Il vertice Trump-Putin dovrebbe tenersi inizialmente negli Emirati Arabi Uniti. Il Cremlino conferma un accordo di massima sullo svolgimento dell’incontro, anche se le due parti sono ancora molto distanti sui contenuti da trattare. Inizialmente non era chiaro se Zelensky avrebbe partecipato. Inizialmente Trump aveva insistito su un formato trilaterale, ma in seguito ha ammesso che la partecipazione di Zelensky all’incontro non era una condizione preliminare.
In linea di principio, Trump e Putin perseguono obiettivi molto distanti e fondamentalmente diversi. Putin vuole un accordo che tenga conto degli interessi vitali della Russia in materia di politica di sicurezza, che Putin ha ripetutamente ribadito dall’inizio dell’operazione militare speciale e che non sono cambiati nei loro punti essenziali. Senza sostanziali negoziati preliminari per creare una base solida per un accordo globale in materia di politica di sicurezza, Putin non era finora interessato a un semplice vertice di chiacchiere con Trump.

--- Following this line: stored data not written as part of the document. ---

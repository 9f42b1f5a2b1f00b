"""Tests of the flare heating profile, energy budget and class -> energy rule (synthcorona.dimming.flare_energy).

Expected values: the energy input of the heating profile by construction (the whole flare energy is
deposited at t >= 0); the standard soft-X-ray class fluxes (A 1e-8 ... X 1e-4 W m-2). The class -> energy
rule itself is tested in tests/dimming/test_flare_class.py.
"""
import astropy.units as u
import numpy as np
import pytest
from dimming_setups import flare_model, flare_model_run

from synthcorona.dimming.flare_energy import (
    FLARE_CLASS_FLUX,
    HeatingProfile,
    energy_budget,
    flare_em_temperature,
    flare_energy_from_class,
)
from synthcorona.errors import InputError


@pytest.fixture
def flare_run():
    """A 3e9 cm, 1 MK active-region loop hit by 1e29 erg over 200 s (triangular), run for 4500 s."""
    return flare_model_run()


def test_energy_conserved(flare_run):
    """Heating = change of thermal energy + coronal radiation + net loss through the bases (to 1 %)."""
    b = energy_budget(flare_run)
    # the triangular profile is piecewise linear and its corners are output times: exact input
    q_bg = flare_model().background_heating.value
    vol = 2 * 3e9 * 1e17
    t_end = float(flare_run["time"].values[-1])  # the run may stop early when T leaves the table
    assert b.heating.to_value(u.erg) == pytest.approx(1e29 + q_bg * vol * t_end, rel=1e-9)
    assert abs(b.relative_residual) < 0.01
    # the net base loss (conduction - returned enthalpy) is what the TR radiates
    assert b.through_base.value == pytest.approx(b.transition_region_radiation.value, rel=1e-6)
    assert b.conducted_through_base.value > b.through_base.value > 0
    assert b.enthalpy_through_base.value < 0  # net evaporation brings energy back into the corona


@pytest.mark.parametrize("profile,peak", [("gaussian", 300.0), ("triangular", 20.0), ("gaussian", 0.0)])
def test_flare_energy_deposited(profile, peak):
    """The whole flare_energy is deposited at t >= 0, also for profiles truncated at t = 0."""
    m = flare_model(profile=profile, peak_time=peak * u.s, flare_energy=3e28 * u.erg)
    ds = m.run(1500 * u.s, n_output=3001)
    b = energy_budget(ds)
    vol = m.volume.to_value(u.cm ** 3)
    flare_part = b.heating.value - m.background_heating.value * vol * 1500
    assert flare_part == pytest.approx(3e28, rel=2e-3)
    assert abs(b.relative_residual) < 0.01


@pytest.mark.parametrize("kind,peak", [("triangular", 300.0), ("triangular", 50.0), ("gaussian", 300.0),
                                       ("gaussian", 0.0)])
def test_heating_profile_is_normalised_after_zero(kind, peak):
    """g(t) integrates to 1 over t >= 0 (trapezoidal rule on 0.1 s steps) and its cumulative integral reaches 1."""
    g = HeatingProfile(kind, peak, 200.0)
    t = np.arange(0.0, peak + 2000.0, 0.1)
    assert np.trapezoid(g.rate(t), t) == pytest.approx(1.0, rel=1e-4)
    assert float(g.cumulative(t[-1])) == pytest.approx(1.0, rel=1e-12)
    assert float(g.cumulative(0.0)) == 0.0 and float(g.rate(-1.0)) == 0.0


def test_flare_em_temperature(flare_run):
    out = flare_em_temperature(flare_run)
    assert out.emission_measure.unit == u.cm ** -3 and out.temperature.unit == u.K and out.time.unit == u.s
    assert out.emission_measure.value == pytest.approx(flare_run["emission_measure"].values)


def test_energy_budget_needs_a_run():
    with pytest.raises(InputError, match="result"):
        energy_budget({"temperature": 1})


def test_flare_energy_from_class_is_the_class_rule():
    # the heating energy of the class rule (synthcorona.dimming.flare_class) for the default strands; the class
    # letters are decades of flux (A 1e-8 ... X 1e-4 W m-2), so a higher class needs more energy
    energies = [flare_energy_from_class(c).to_value(u.erg) for c in ("C1", "M1", "X1")]
    assert energies[0] < energies[1] < energies[2]
    assert FLARE_CLASS_FLUX["X"] == 1e-4 and FLARE_CLASS_FLUX["A"] == 1e-8


@pytest.mark.parametrize("flare_class,match", [(2.5, "must be a string"), ("Z3", "is not a flare class"),
                                               ("M", "is not a flare class"), ("M0", r"must be in \(0, 1e4\)")])
def test_flare_class_bad_inputs(flare_class, match):
    with pytest.raises(InputError, match=match):
        flare_energy_from_class(flare_class)
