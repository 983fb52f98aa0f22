using System.Buffers;
using System.IO.Pipelines;
using System.Runtime.ExceptionServices;
using VectorKit.Distance;
using VectorKit.Indexes;
using VectorKit.Indexes.Exact;
using VectorKit.Indexes.Graph;
using VectorKit.Indexes.InvertedFile;
using VectorKit.Internal;

namespace VectorKit.Persistence;
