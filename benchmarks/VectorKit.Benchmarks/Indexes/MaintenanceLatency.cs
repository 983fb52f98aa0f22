using System.Diagnostics;
using System.Diagnostics.Tracing;
using System.Globalization;
using VectorKit.Distance;
using VectorKit.Indexes;
using VectorKit.Indexes.Exact;
using VectorKit.Indexes.Graph;
using VectorKit.Indexes.InvertedFile;
using VectorKit.Persistence;
using VectorKit.Tests.TestData;

namespace VectorKit.Benchmarks.Indexes;
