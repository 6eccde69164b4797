//! Python bindings of [`crate::oil`]: conversion only. Array functions lift the scalar
//! kernels with the GIL released; `Oil` is a frozen, comparable, picklable description.

use super::gas::Gas as PyGas;
use super::water::Water as PyWater;
use super::{In, call, detach, on_error};
use crate::array::{OnError, broadcast_shape, lift};
use crate::error::Error;
use crate::gas::Gas as CoreGas;
use crate::oil::table::{COLUMNS, build_long_results_with};
use crate::oil::{
    self as core, BlackOilTable, BoMethod, Calibration, CoMethod, DeadOilViscosityMethod, Methods,
    Oil as CoreOil, PbMethod,
};
use crate::units::StandardConditions;
use crate::water::Water as CoreWater;
use ndarray::ArrayViewD;
use numpy::IntoPyArray;
use pyo3::prelude::*;
use pyo3::types::{PyDict, PyList, PyTuple};

fn sc(p_sc: f64, t_sc: f64) -> PyResult<StandardConditions> {
    Ok(StandardConditions::new(p_sc, t_sc)?)
}

/// Specific gravity (60/60 degF) from API gravity (degAPI).
#[pyfunction]
#[pyo3(signature = (api, *, errors = "raise"))]
fn sg_from_api(py: Python<'_>, api: In<'_>, errors: &str) -> PyResult<Py<PyAny>> {
    let oe = on_error(errors)?;
    call(py, [&api], move |[a]| {
        lift(["api"], [a], oe, |[a]| core::sg_from_api(a))
    })
}

/// API gravity (degAPI) from specific gravity (60/60 degF).
#[pyfunction]
#[pyo3(signature = (oil_sg, *, errors = "raise"))]
fn api_from_sg(py: Python<'_>, oil_sg: In<'_>, errors: &str) -> PyResult<Py<PyAny>> {
    let oe = on_error(errors)?;
    call(py, [&oil_sg], move |[a]| {
        lift(["oil_sg"], [a], oe, |[a]| core::api_from_sg(a))
    })
}

/// Stock-tank oil molar mass, lbm/lbmol, from API gravity (Cragoe 1929).
#[pyfunction]
#[pyo3(signature = (api, *, errors = "raise"))]
fn oil_molar_mass(py: Python<'_>, api: In<'_>, errors: &str) -> PyResult<Py<PyAny>> {
    let oe = on_error(errors)?;
    call(py, [&api], move |[a]| {
        lift(["api"], [a], oe, |[a]| core::oil_molar_mass(a))
    })
}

Il presidente Trump non si cura granché delle considerazioni geostrategiche in materia di sicurezza che stanno a cuore a Putin, perché comunque non le capisce. Tuttavia, vuole assolutamente passare alla storia come l’uomo che ha portato alla tregua decisiva in Ucraina, perché questo, almeno secondo lui, lo avvicinerebbe di un passo al suo grande obiettivo personale: il Premio Nobel per la Pace.
La caccia di Trump al Premio Nobel per la Pace
Emma Shortis, una “esperta di Trump” britannica, è stata recentemente citata dal quotidiano britannico The Independent, secondo cui l’aspirazione di Trump al Premio Nobel per la Pace non ha nulla a che vedere con la pace, ma riflette piuttosto il suo “imbarazzante desiderio di trofei”, che non è motivato da un obiettivo coerente di politica di pace, ma dal suo ego smisurato.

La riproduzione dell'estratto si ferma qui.